西住さんは悪魔そのものの笑みを浮かべていた。私は心底、私という弱い人間が嫌になった。私は裏切り者だ。私がしたことが正しいとは思えない。しかし、どうすれば良いのか。どうすれば最善なのか。たった1人の家族を人質にとられているような状態なら、そうするほか、道はないではないかと自分に言い聞かせる。冷たい言い方だが、仲間は所詮他人にすぎないのである。それならば、血が繋がった家族を優先する。それが、おかしなことなのだろうか。私は私自身にそう無理やり納得させようと答えのない問いを繰り返し私に問うていた。

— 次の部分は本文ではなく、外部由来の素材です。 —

Table scenario_summary_table(const ProjectResult& result) {
  Table t{"Hazard scenarios (LOPA)",
          {"scenario", "title", "SIF", "without SIF [/yr]", "tolerable [/yr]", "required RRF", "required SIL",
           "with SIF [/yr]", "verdict"},
          {false, false, false, true, true, true, true, true, false},
          {}};
  t.keys = {true, false, true};
  for (const auto& s : result.scenarios) {
    std::vector<Cell> row = cells({s.id, s.title, s.sif.value_or(kNone), sci(s.frequency_without_sif_per_yr),
                                   sci(s.target_frequency_per_yr), plain(s.required_rrf),
                                   std::to_string(s.required_sil), sci_or_dash(s.mitigated_frequency_per_yr)});
    row.push_back(scenario_verdict(s.meets_target));
    t.rows.push_back(std::move(row));
  }
  return t;
}

Table risk_criteria_table(const RiskCriteria& criteria) {
  Table t{"Risk criteria: tolerable frequency of each consequence",
          {"category", "severity", "tolerable [/yr]"},
          {false, false, true},
          {}};
  for (const auto& [category, levels] : criteria)
    for (const auto& [severity, rate] : levels) t.rows.push_back(cells({category, severity, sci(rate.per_year())}));
  return t;
}

Table sil_table(const SifResult& s, const SifReportData& data) {
  const bool low = s.demand_mode == DemandMode::kLow;
  const auto sets = [&](const char* kind) {
    return std::find(data.limiting.begin(), data.limiting.end(), kind) != data.limiting.end() ? "yes" : "";
  };
  std::string probability =
      low ? "PFDavg " + sci_or_dash(s.pfd_avg) : "PFH " + measure_text(s.pfd_avg, s.pfh_per_hour, s.demand_mode);
  if (low && data.required_pfd) probability += "; required: at most " + sci(*data.required_pfd);
  if (!low && s.required_pfh_per_hour) probability += "; required at most " + sci(*s.required_pfh_per_hour) + "/h";
  Table t{"The three results and the verdict",
          {"result", "SIL", "from", "sets the achieved SIL"},
          {false, false, false, false},
          {}};
  t.rows.push_back(cells({"probability", sil_words(s.sil_probability), probability, sets("probability")}));
  t.rows.push_back(
      cells({"architecture", sil_words(s.sil_architecture), basis_text(s.constraints), sets("architecture")}));
  t.rows.push_back(cells({"systematic", sil_words(s.sil_systematic),
                          "lowest systematic capability in the chain, IEC 61508-2:2010 7.4.3", sets("systematic")}));
  t.rows.push_back(cells({"achieved", sil_words(s.sil_achieved), "the lowest of the three", ""}));
  t.rows.push_back(cells({"required", s.sil_required ? sil_words(*s.sil_required) : kNone,
                          s.target_text.empty() ? "no target" : s.target_text, ""}));
  t.rows.push_back({plain_cell("verdict"), sif_verdict(s.meets_target), plain_cell(""), plain_cell("")});
  return t;
}
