// Atomic output files: temporary file in the same folder, then rename.
#include "sifter/report/output_file.hpp"

#include <unistd.h>

#include <csignal>
#include <cstdio>
#include <cstring>
#include <filesystem>
#include <fstream>
#include <iostream>
#include <memory>
#include <random>

#include "sifter/model/diagnostics.hpp"

namespace sifter::report {
namespace fs = std::filesystem;

namespace {

// The temporary files alive now, for the signal handler to remove: fixed storage, because a
// handler may call only async-signal-safe functions (unlink, signal, raise; POSIX.1-2017
// 2.4.3, seen), not allocate or lock.
constexpr std::size_t kMaxLiveTemps = 16;
constexpr std::size_t kMaxTempPath = 4096;
char g_live_temps[kMaxLiveTemps][kMaxTempPath];
volatile std::sig_atomic_t g_live_used[kMaxLiveTemps];

extern "C" void remove_temps_and_die(int sig) {
  for (std::size_t i = 0; i < kMaxLiveTemps; ++i)
    if (g_live_used[i]) ::unlink(g_live_temps[i]);
  std::signal(sig, SIG_DFL);
  std::raise(sig);
}

void install_handlers_once() {
  static const bool installed = [] {
    std::signal(SIGINT, remove_temps_and_die);
    std::signal(SIGTERM, remove_temps_and_die);
    return true;
  }();
  (void)installed;
}

void track_temp(const std::string& path) {
  install_handlers_once();
  if (path.size() >= kMaxTempPath) return;
  for (std::size_t i = 0; i < kMaxLiveTemps; ++i)
    if (!g_live_used[i]) {
      std::memcpy(g_live_temps[i], path.c_str(), path.size() + 1);
      g_live_used[i] = 1;
      return;
    }
}

void untrack_temp(const std::string& path) {
  for (std::size_t i = 0; i < kMaxLiveTemps; ++i)
    if (g_live_used[i] && path == g_live_temps[i]) g_live_used[i] = 0;
}

}  // namespace

AtomicOutput::AtomicOutput(std::string path) : path_(std::move(path)) {
  if (path_ == "-") return;
  std::error_code ec;
  const auto status = fs::status(path_, ec);
  if (!ec && fs::exists(status) && !fs::is_regular_file(status) && !fs::is_directory(status)) {
    // A device or a pipe (/dev/null, /dev/stdout): nothing to keep whole, and a rename would
    // replace the device itself. Write to it directly.
    file_.open(path_, std::ios::binary);
    if (!file_) throw OutputError("cannot write " + path_);
    return;
  }
  // Through a symbolic link, the file it names is replaced and the link kept.
  fs::path target(path_);
  if (fs::is_symlink(fs::symlink_status(target, ec)) && fs::exists(status)) target = fs::canonical(target, ec);
  write_to_ = target.string();
  const fs::path folder = target.has_parent_path() ? target.parent_path() : fs::path(".");
  std::random_device rd;
  temp_ = (folder / ("." + target.filename().string() + ".tmp-" + std::to_string(::getpid()) + "-" +
                     std::to_string(rd() % 1000000)))
              .string();
  track_temp(temp_);
  file_.open(temp_, std::ios::binary | std::ios::trunc);
  if (!file_)
    throw OutputError("cannot write " + path_ + ": the folder " + folder.string() +
                      " is not writable or does not exist");
}

AtomicOutput::~AtomicOutput() {
  if (committed_ || temp_.empty()) return;  // nothing to clean for stdout or a device
  file_.close();
  std::error_code ec;
  fs::remove(temp_, ec);
  untrack_temp(temp_);
}

std::ostream& AtomicOutput::stream() { return path_ == "-" ? static_cast<std::ostream&>(to_stdout_) : file_; }

void AtomicOutput::finish_writing() {
  if (finished_ || path_ == "-") {
    finished_ = true;
    return;
  }
  finished_ = true;
  file_.flush();
  const bool written = static_cast<bool>(file_);
  file_.close();
  if (written && !file_.fail()) return;
  committed_ = true;
  if (temp_.empty()) throw OutputError("cannot write " + path_ + ": writing failed");
  std::error_code ec;
  fs::remove(temp_, ec);
  untrack_temp(temp_);
  throw OutputError("cannot write " + path_ + ": writing failed (disk full?)");
}

void AtomicOutput::commit() {
  finish_writing();
  if (path_ == "-") {
    std::cout << to_stdout_.str();
    std::cout.flush();
    committed_ = true;
    return;
  }
  committed_ = true;
  if (temp_.empty()) return;  // a device, written directly
  std::error_code ec;
  fs::rename(temp_, write_to_, ec);
  untrack_temp(temp_);
  if (ec) {
    std::error_code ignored;
    fs::remove(temp_, ignored);
    throw OutputError("cannot write " + path_ + ": " + ec.message());
  }
}

void commit_all(const std::vector<AtomicOutput*>& outputs) {
  for (auto* o : outputs)
    if (o) o->finish_writing();
  for (auto* o : outputs)
    if (o) o->commit();
}

void write_outputs(const std::vector<std::pair<std::string, std::string>>& outputs) {
  std::vector<std::unique_ptr<AtomicOutput>> files;
  for (const auto& [path, content] : outputs) {
    if (path.empty()) continue;
    files.push_back(std::make_unique<AtomicOutput>(path));
    files.back()->stream() << content;
  }
  std::vector<AtomicOutput*> all;
  for (auto& f : files) all.push_back(f.get());
  commit_all(all);
}

void write_output(const std::string& path, const std::string& content) {
  AtomicOutput out(path);
  out.stream() << content;
  out.commit();
}

void refuse_overwriting_inputs(const std::vector<std::string>& outputs, const std::vector<std::string>& inputs) {
  // The same file under two spellings ("a.json", "./a.json") is the same output.
  auto same = [](const std::string& a, const std::string& b) {
    std::error_code ec;
    if (fs::exists(a, ec) && fs::exists(b, ec)) return fs::equivalent(a, b, ec);
    std::error_code ea, eb;
    const auto ca = fs::weakly_canonical(a, ea), cb = fs::weakly_canonical(b, eb);
    return !ea && !eb && ca == cb;
  };
  for (std::size_t k = 0; k < outputs.size(); ++k) {
    const auto& o = outputs[k];
    if (o.empty() || o == "-") continue;
    for (std::size_t m = k + 1; m < outputs.size(); ++m)
      if (!outputs[m].empty() && outputs[m] != "-" && same(o, outputs[m]))
        throw UsageError("refusing to write " + o +
                         " twice: two outputs of this run name the same file; choose "
                         "another name for one of them");
    std::error_code ec;
    for (const auto& i : inputs) {
      if (fs::exists(o, ec) && fs::equivalent(o, i, ec))
        throw UsageError("refusing to write " + o + ": it is an input of this run; choose another output name");
    }
  }
}

}  // namespace sifter::report
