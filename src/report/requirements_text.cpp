// The terminal's lines on a SIF's stated requirements.
#include "sifter/report/requirements_text.hpp"

#include <algorithm>

#include "sifter/model/format.hpp"
#include "sifter/model/vocabulary.hpp"
#include "sifter/report/text_table.hpp"

namespace sifter::report {

std::string requirements_lines(const SifResult& s, std::size_t width) {
  if (s.requirement_checks.empty() && !s.response_time_s) return "";
  const std::size_t text_width = prose_width(width) - 4;  // after the indent
  std::string out = "  requirements\n";
  if (s.response_time_s && !s.response_time_limit_s)
    out += wrap("response time " + format_seconds(*s.response_time_s) + " (no process safety time stated)", text_width,
                "    ");
  for (const auto& c : s.requirement_checks)
    out += wrap(std::string(c.ok ? "[ok] " : "[FAILS] ") + c.message, text_width, "    ");
  return out;
}

}  // namespace sifter::report
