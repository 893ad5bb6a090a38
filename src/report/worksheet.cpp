// LOPA worksheets: the terminal table and the CSV rows.
#include "sifter/report/worksheet.hpp"

#include <algorithm>

#include "sifter/model/format.hpp"
#include "sifter/model/printable.hpp"
#include "sifter/report/text_table.hpp"

namespace sifter::report {
namespace {

std::string step_label(const WorksheetRow& row) {
  switch (row.step) {
    case WorksheetStep::kCause:
      return "cause " + row.item;
    case WorksheetStep::kEnabling:
      return "  enabling";
    case WorksheetStep::kLayer:
      return "  layer " + row.item;
    case WorksheetStep::kSif:
      return "  SIF " + row.item;
    case WorksheetStep::kNotCredited:
      return "  not credited";
    case WorksheetStep::kTotal:
      return "all causes";
    case WorksheetStep::kModifier:
      return "  modifier";
    case WorksheetStep::kTarget:
      return "target";
    case WorksheetStep::kWithSif:
      return "with SIF " + row.item;
  }
  return {};
}

std::string value_text(const WorksheetRow& row) {
  if (!row.value) return "";
  switch (row.step) {
    case WorksheetStep::kCause:
    case WorksheetStep::kTarget:
      return sci(*row.value) + "/yr";
    default:
      return plain(*row.value);
  }
}

std::string credit_text(const WorksheetRow& row) {
  if (row.step != WorksheetStep::kLayer && row.step != WorksheetStep::kSif) return "";
  if (row.step == WorksheetStep::kSif) return "assessed";
  return row.credited ? "credited" : "NO CREDIT";
}

}  // namespace

std::string render_worksheet(const ScenarioResult& s, std::size_t width) {
  std::string out = fit_line("Scenario " + s.id + (s.title.empty() ? "" : "  " + s.title), width, "");
  TextTable t({"step", "title", "value", "credit", "frequency [/yr]", "note"},
              {false, false, true, false, true, false});
  // In a narrow terminal the title breaks between words and the note goes under its row.
  t.set_fit({Fit::kKeep, Fit::kWrap, Fit::kKeep, Fit::kKeep, Fit::kKeep, Fit::kBelow});
  std::string last_consequence;
  for (const auto& row : s.worksheet) {
    if (!row.consequence.empty() && row.consequence != last_consequence) {
      t.add_rule();
      t.add_section("consequence: " + row.consequence);
      last_consequence = row.consequence;
    }
    // The SIF row's role is said by its credit column; the target row's note carries the gap.
    const std::string note = row.step == WorksheetStep::kSif ? "" : row.note;
    t.add_row({step_label(row), row.title, value_text(row), credit_text(row),
               row.frequency_per_yr ? sci(*row.frequency_per_yr) : "", note});
  }
  out += t.render("  ", width);
  std::string required = "required: PFD " + sci(s.required_pfd) + ", RRF " + plain(s.required_rrf) + ", SIL " +
                         std::to_string(s.required_sil);
  if (s.demand_rate_per_yr)
    required += "; demand on the SIF " + sci(*s.demand_rate_per_yr) + "/yr (" +
                to_string(s.demand_mode.value_or(DemandMode::kLow)) + " demand)";
  out += fit_line(required, width, "  ");
  if (s.mitigated_frequency_per_yr)
    out +=
        fit_line("with the SIF: " + sci(*s.mitigated_frequency_per_yr) + "/yr against a target of " +
                     sci(s.target_frequency_per_yr) + "/yr -> " +
                     (s.meets_target ? (*s.meets_target ? "TOLERABLE" : "NOT TOLERABLE") : std::string("not judged")),
                 width, "  ");
  const std::size_t text_width = prose_width(width);
  if (!s.findings.empty()) {
    out += "  findings\n";
    for (const auto& f : s.findings) out += fit_line("- [" + to_string(f.kind) + "] " + f.message, text_width, "    ");
  }
  if (!s.assumptions.empty()) {
    out += "  assumptions\n";
    for (const auto& a : s.assumptions) out += fit_line("- " + a, text_width, "    ");
  }
  return out;
}

std::string csv_field(const std::string& raw) {
  // A cell a spreadsheet would take for a formula is neutralised first (README, "CSV files").
  const std::string text = neutralise_formula(raw);
  if (text.find_first_of(",\"\r\n") == std::string::npos) return text;
  std::string out = "\"";
  for (char c : text) out += c == '"' ? std::string("\"\"") : std::string(1, c);
  return out + "\"";
}

std::string worksheet_csv(const ProjectResult& result) {
  std::string out = "scenario,consequence,step,cause,item,title,value,credited,frequency_per_yr,required_rrf,note\r\n";
  auto num = [](const std::optional<double>& v) {
    if (!v) return std::string();
    char buf[32];
    std::snprintf(buf, sizeof buf, "%.6g", checked(*v, "worksheet value"));
    return std::string(buf);
  };
  for (const auto& s : result.scenarios)
    for (const auto& row : s.worksheet)
      out += csv_field(s.id) + "," + csv_field(row.consequence) + "," + to_string(row.step) + "," +
             csv_field(row.cause) + "," + csv_field(row.item) + "," + csv_field(row.title) + "," + num(row.value) +
             "," + (row.credited ? "true" : "false") + "," + num(row.frequency_per_yr) + "," + num(row.gap) + "," +
             csv_field(row.note) + "\r\n";
  return out;
}

}  // namespace sifter::report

そのような堂々巡りを続けていた私は、完全に私の今の格好と今まで西住さんとどのような行為をしていたのかを忘れていた。私は西住さんのベッドの上で、足を大の字に開いて生気のない顔で遠くを見ながらあれこれ考えていたのだ。そのような姿を西住さんに見せたらどうなるか、わかっているはずだったのに、私は自分の行動がショックで考える余裕を失っていた。それを良いことに西住さんは近づいてきた。

 

「ふふふふ。いいのかな?そんなふうに脚を開いてても。誘ってるの?麻子さん。いいよ。なら、お望みどおりにしてあげる。麻子さんには、いつも頑張ってくれてるご褒美として、大切なものまでは奪わないであげたけど、誘われたのなら仕方ないよね。」

 

西住さんは、私を強姦しようとしていた。西住さんは指を舐ると下腹部に標的を定めた。何度か指でさすり、舐める。

 

「な、何をする気だ……やめ……やめろ……やめてくれ……いや、やめてください……お願いします……」

 

しかし、西住さんは聞かない。西住さんは悪魔のような笑みを浮かべて言った。

 

「ふふふふ。これも、お仕置きだよ。悪いことしたら、お仕置きされなきゃいけないんだよ。殺されるよりはマシでしょ。」

 

西住さんはそう言うと下腹部に痛みが走った。そのときには西住さんの指は私の大切なものを奪っていた。これだけは私の好きな人に捧げようと思っていたものは見るも無残にも奪われたのであった。西住さんはその後も何度も指で下腹部に悪戯をしてぐちゃぐちゃにした。もはや、涙も出なかった。そして、朝日が昇る頃に、私は裸で西住さんの執務室の外に放り出された。着ていた服は窓の外に捨てられて、裸のまま取りに行くことを強制された。私が西住さんを裏切ったのだからこのような扱いを受けるのは仕方がない。命だけは助けられたことに感謝しなくてはならないと私は通常の判断が全くできなくなっていた。私はフラフラと外に捨てられた服を取りに行くと、自分の研究室に戻って泥のように眠ったのである。もう、しばらく昨夜のことは考えないようにしようと考えていた。しかし、現実はそう甘くはない。その日の午後、私は西住さんに叩き起こされた。昨夜、あのようなことがあったのだから、しばらくゆっくり眠らせてほしいと頼んだが、処分を言い渡すから来いと無理やり西住さんに執務室まで連れて行かれた。西住さんは私を机の前に立たせるとその前で処分を言い渡した。

 

「それじゃあ、麻子さん。麻子さんの処分を言い渡すね。麻子さんの役職、これについては全て解任します。麻子さん自身と麻子さんの家族については今回、約束どおり処刑する事はしません。全て正直に話してくれたからね。しかし、その身代わりとして武部沙織さん、五十鈴華さんのどちらかを処刑します。執行人は麻子さん自身、誰を処刑するかは麻子さんが選んでください。そして、カエサルさんたちについては、この前伝えた通りそのまま計画を実行させてください。その後、どうするかはまた追って知らせます。」

 

その処分はあまりに過酷すぎるものだった。私は目を剥いて反論も何もできずにただ立ちすくんでいた。